The heapq module contains some private max-heap variants of its heap functions: _heapify_max, _heappop_max, _heapreplace_max. This exist to support the higher-level functions like merge(). I’d like the _max variants to be made public (remove the underscore prefix), and documented. This will make it easy for users to create and manipulate max heaps as well.
The current public heapq functions only work with min-heaps. Using them to create a max-heap requires either storing inverted values (i.e. -x, which only works for numbers), or using some kind of wrapper class to invert comparisons.
Several such solutions are discussed in the 12 year old Stack Overflow question What do I use for a max-heap implementation in Python?. The second most popular solution is to use the private *_max variant functions, which I would like to make public.
(inspired by looking at the MinHeap problem on @trey 's Python Morsels)
@rhettinger What do you think? Looks like a sensible request. If there’s a good reason not to do this it would be nice to have it written up for posterity.
Two of those (non-)discussions were just dismissed on the basis that it has been rejected in the past.
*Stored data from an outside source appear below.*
describe("hosted test payment page", () => {
  it("shows a clearly labelled TEST page with amount, description, a prefilled test card and the outcomes", async () => {
    const { id } = await newDeposit({ description: "Deposit <b>& roof</b>" });
    const res = await fetch(`${fake.url}/pay/${id}`);
    expect(res.status).toBe(200);
    expect(res.headers.get("content-type")).toMatch(/text\/html/);
    const html = await res.text();
    expect(html).toContain("TEST MODE");
    expect(html).toContain("Local test payment page");
    expect(html).toContain("No real card is charged");
    expect(html).toContain("$1,250.00");
    expect(html).toContain("Deposit &lt;b&gt;&amp; roof&lt;/b&gt;"); // escaped, never raw markup
    expect(html).not.toContain("<b>& roof</b>");
    expect(html).toMatch(/<input id="card" name="card"[^>]*value="4242 4242 4242 4242"/);
    for (const card of Object.values(TEST_CARDS)) expect(html).toContain(card);
    expect(html).toMatch(/Succeeds/);
    expect(html).toMatch(/Declined/);
    expect(html).toMatch(/Requires authentication/);
    expect(html).toContain('href="http://127.0.0.1:3999/p/tok123"'); // cancel link
  });

  it("succeeds with 4242: redirects to success_url, completes the session and sends signed webhooks", async () => {
    const { id } = await newDeposit();
    const res = await pay(id, TEST_CARDS.succeeds);
    expect(res.status).toBe(303);
    expect(res.location).toBe(`http://127.0.0.1:3999/p/tok123/paid?session_id=${id}`);

    const session = await stripe.checkout.sessions.retrieve(id);
    expect(session).toMatchObject({ status: "complete", payment_status: "paid", url: null });
    const pi = await stripe.paymentIntents.retrieve(session.payment_intent as string);
    expect(pi).toMatchObject({ status: "succeeded", amount_received: 125_000 });

    await fake.idle();
    const events = verifiedEvents(); // throws unless every signature checks out with the SDK
    expect(events.map((e) => e.type)).toEqual(["payment_intent.succeeded", "checkout.session.completed"]);
    for (const e of events) {
      expect(e).toMatchObject({ object: "event", livemode: false, api_version: Stripe.API_VERSION });
      expect(e.id).toMatch(/^evt_/);
      expect(e.created).toBeGreaterThan(1_700_000_000);
    }
    const completed = events[1].data.object as Stripe.Checkout.Session;
    expect(completed).toMatchObject({ id, payment_status: "paid", status: "complete", metadata: { quoteId: "42" } });
    const succeeded = events[0].data.object as Stripe.PaymentIntent;
    expect(succeeded).toMatchObject({ id: pi.id, status: "succeeded", metadata: { quoteId: "42" } });

    // The header has the provider's layout, and the app's helper accepts it too.
    const header = receiver.received[1].headers["stripe-signature"] as string;
    expect(header).toMatch(/^t=\d+,v1=[0-9a-f]{64}$/);
    expect(verifyWebhook(stripe, receiver.received[1].raw, header, WEBHOOK_SECRET).id).toBe(events[1].id);

    // Paying again does nothing: the page only reports the finished payment.
    const again = await pay(id, TEST_CARDS.succeeds);
    expect(again.status).toBe(303);
    await fake.idle();
    expect(receiver.received).toHaveLength(2);
    const page = await (await fetch(`${fake.url}/pay/${id}`)).text();
    expect(page).toContain("This test payment is complete.");
  });

  it("declines 0002: payment_failed webhook, session stays unpaid, the page shows the error and a retry works", async () => {
    const { id } = await newDeposit();
    const res = await pay(id, TEST_CARDS.declined);
    expect(res.status).toBe(303);
    expect(res.location).toBe(`/pay/${id}`);

    const session = await stripe.checkout.sessions.retrieve(id);
    expect(session).toMatchObject({ status: "open", payment_status: "unpaid" });
    const pi = await stripe.paymentIntents.retrieve(session.payment_intent as string);
    expect(pi.status).toBe("requires_payment_method");
    expect(pi.last_payment_error).toMatchObject({ type: "card_error", code: "card_declined", decline_code: "generic_decline" });

    await fake.idle();
    const events = verifiedEvents();
    expect(events.map((e) => e.type)).toEqual(["payment_intent.payment_failed"]);
    expect((events[0].data.object as Stripe.PaymentIntent).last_payment_error?.code).toBe("card_declined");

    const page = await (await fetch(`${fake.url}/pay/${id}`)).text();
    expect(page).toContain("Your card was declined.");
    expect(page).toContain("Try again");

    const retry = await pay(id, TEST_CARDS.succeeds);
    expect(retry.location).toContain(`session_id=${id}`);
    expect((await stripe.checkout.sessions.retrieve(id)).payment_status).toBe("paid");
    await fake.idle();
    expect(verifiedEvents().map((e) => e.type)).toEqual([
      "payment_intent.payment_failed",
      "payment_intent.succeeded",
      "checkout.session.completed",
    ]);
  });

  it("3184 requires authentication: requires_action until the step is completed, then succeeded", async () => {
    const { id } = await newDeposit();
    const res = await pay(id, TEST_CARDS.authenticationRequired);
    const piId = (await stripe.checkout.sessions.retrieve(id)).payment_intent as string;
    expect(res.status).toBe(303);
    expect(res.location).toBe(`/authenticate/${piId}`);

    const pending = await stripe.paymentIntents.retrieve(piId);
    expect(pending.status).toBe("requires_action");
    expect(pending.next_action?.redirect_to_url?.url).toBe(`${fake.url}/authenticate/${piId}`);
    expect((await stripe.checkout.sessions.retrieve(id)).payment_status).toBe("unpaid");

    const step = await (await fetch(`${fake.url}/authenticate/${piId}`)).text();
    expect(step).toContain("Authenticate this test payment");
    expect(step).toContain('value="complete"');
    expect(step).toContain('value="fail"');
    expect(step).toContain("TEST MODE");

    const done = await postForm(`/authenticate/${piId}`, { outcome: "complete" });
    expect(done.status).toBe(303);
    expect(done.location).toBe(`http://127.0.0.1:3999/p/tok123/paid?session_id=${id}`);
    expect((await stripe.paymentIntents.retrieve(piId)).status).toBe("succeeded");
    expect(await stripe.checkout.sessions.retrieve(id)).toMatchObject({ status: "complete", payment_status: "paid" });

    await fake.idle();
    expect(verifiedEvents().map((e) => e.type)).toEqual([
      "payment_intent.requires_action",
      "payment_intent.succeeded",
      "checkout.session.completed",
    ]);
  });

  it("3184 with failed authentication: payment_failed, back to the page with the error, session unpaid", async () => {
    const { id } = await newDeposit();
    await pay(id, TEST_CARDS.authenticationRequired);
    const piId = (await stripe.checkout.sessions.retrieve(id)).payment_intent as string;

    const failed = await postForm(`/authenticate/${piId}`, { outcome: "fail" });
    expect(failed.status).toBe(303);
    expect(failed.location).toBe(`/pay/${id}`);

    const pi = await stripe.paymentIntents.retrieve(piId);
    expect(pi.status).toBe("requires_payment_method");
    expect(pi.last_payment_error?.code).toBe("payment_intent_authentication_failure");
    expect(await stripe.checkout.sessions.retrieve(id)).toMatchObject({ status: "open", payment_status: "unpaid" });

    await fake.idle();
    expect(verifiedEvents().map((e) => e.type)).toEqual(["payment_intent.requires_action", "payment_intent.payment_failed"]);
    const page = await (await fetch(`${fake.url}/pay/${id}`)).text();
    expect(page).toContain("failed authentication");
  });

  it("rejects a number that is not a listed test card without touching the payment", async () => {
    const { id } = await newDeposit();
    const wrong = await pay(id, "4242 4242 4242 4241");
    expect(wrong.status).toBe(400);
    expect(wrong.html).toContain("Your card number is incorrect.");
    const unlisted = await pay(id, "5555 5555 5555 4444");
    expect(unlisted.status).toBe(400);
    expect(unlisted.html).toContain("accepts only the test card numbers");
    await fake.idle();
    expect(receiver.received).toHaveLength(0);
    expect((await stripe.checkout.sessions.retrieve(id)).payment_status).toBe("unpaid");
  });

  it("expires an open session: the PaymentIntent is canceled and the page no longer takes payment", async () => {
    const { id } = await newDeposit();
    const expired = await stripe.checkout.sessions.expire(id);
    expect(expired).toMatchObject({ status: "expired", payment_status: "unpaid", url: null });
    expect((await stripe.paymentIntents.retrieve(expired.payment_intent as string)).status).toBe("canceled");

    const res = await pay(id, TEST_CARDS.succeeds);
    expect(res.location).toBe(`/pay/${id}`);
    expect(await (await fetch(`${fake.url}/pay/${id}`)).text()).toContain("expired");
    await expect(stripe.checkout.sessions.expire(id)).rejects.toMatchObject({ statusCode: 400 });
    await fake.idle();
    expect(verifiedEvents().map((e) => e.type)).toEqual(["payment_intent.canceled", "checkout.session.expired"]);
  });
});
The first request was rejected on the basis that people haven’t needed it, but if you do, just negate the values.
If it is as simple as just negating your (numeric only) values, then why do the heapq have max-heap code for internal use? Why doesn’t it just negate the values?
The issue keeps coming up on the bug tracker, and on Stackoverflow:
Indeed. I note it was mentioned by both the reporter and the responding developer on subsequent reports that this was brought up many times in the past and rejected, but the rationale given on the very first issue for rejecting it was that there hadn’t been “significant demonstrated need”, to which the original user did reply but was never responded to.
Certainly, there may be a compelling reason for rejecting this, but if so it should at least be stated and publicly documented, given the amount of interest and requests.
We can do this. Much of the code is already there.
Mostly when this has come up before, it was usually a curiosity question, “I see a misheap, why isn’t there a maxheap?”. There wasn’t much in the way of actual needs other than being given this as a homework problem or coding challenge. That said, I’ve had some use cases and would like it if the functionality were exposed.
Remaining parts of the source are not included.